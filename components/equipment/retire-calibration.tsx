"use client";

import { useState } from "react";
import { useSWRConfig } from "swr";
import { RejudgePreviewNote, type RejudgePreview } from "@/components/setup/edit-preview";
import { FormField } from "@/components/ui/form-field";
import { FormMessage } from "@/components/ui/form-message";
import { sendJson } from "@/lib/client/send-json";
import { useApiCall } from "@/lib/client/use-api-call";
import { equipmentSetsKey } from "./equipment-list";
import { ClientForm } from "@/components/ui/client-form";

/**
 * Retires a set's calibration with a reason: it is never picked again, and the tendons that stood
 * on it are judged again on the calibration then in force (none: no force from the gauge). The
 * first press asks the server what the retirement would do (tendons judged again, verdicts
 * changing, flags raised or closed; nothing is written), the second retires. Editing the reason
 * asks for a new check.
 */
export function RetireCalibration(props: {
  projectId: string;
  setId: string;
  calibrationId: string;
  calibratedOn: string;
}) {
  const { mutate } = useSWRConfig();
  const { message, fields, busy, call } = useApiCall(["reason"]);
  const [reason, setReason] = useState("");
  const [preview, setPreview] = useState<RejudgePreview | null>(null);
  const id = `retire-${props.calibrationId}`;
  const api = `/api/projects/${props.projectId}/equipment-sets/${props.setId}/calibrations/${props.calibrationId}/retirement`;
  return (
    <details className="mt-2">
      <summary className="btn-quiet w-fit cursor-pointer">Retire this calibration…</summary>
      <ClientForm
        className="mt-2 space-y-2"
        aria-label={`Retire the calibration of ${props.calibratedOn}`}
        onSubmit={async (e) => {
          e.preventDefault();
          if (!preview) {
            const checked = await call(sendJson<RejudgePreview>("POST", `${api}/preview`, { reason }));
            if (checked.ok) setPreview(checked.data);
            return;
          }
          const result = await call(
            sendJson<{ reevaluated: number }>("POST", api, { reason }),
            (d) => `Retired; ${d.reevaluated} tendon(s) judged again.`,
          );
          setPreview(null);
          if (result.ok) void mutate(equipmentSetsKey(props.projectId));
        }}
      >
        <FormMessage tone={message?.tone ?? "error"}>{message?.text}</FormMessage>
        <FormField
          as="textarea"
          id={`${id}-reason`}
          rows={2}
          label="Why it is retired"
          hint="It will not be used again; the tendons read with it are judged again. Evaluations already stored keep it."
          value={reason}
          onChange={(e) => {
            setReason(e.target.value);
            setPreview(null);
          }}
          error={fields.reason}
        />
        {preview && (
          <RejudgePreviewNote
            preview={preview}
            subject="This retirement"
            then="Press again to retire."
            testId="retirement-preview"
          />
        )}
        <button type="submit" className="btn-primary" disabled={busy}>
          {busy
            ? preview
              ? "Retiring…"
              : "Checking…"
            : preview
              ? `Retire the calibration of ${props.calibratedOn}`
              : "Check what the retirement changes"}
        </button>
      </ClientForm>
    </details>
  );
}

*What the exercise asks:* Please give the number of lines above containing "components" and nothing else.

*Problem solution:* 5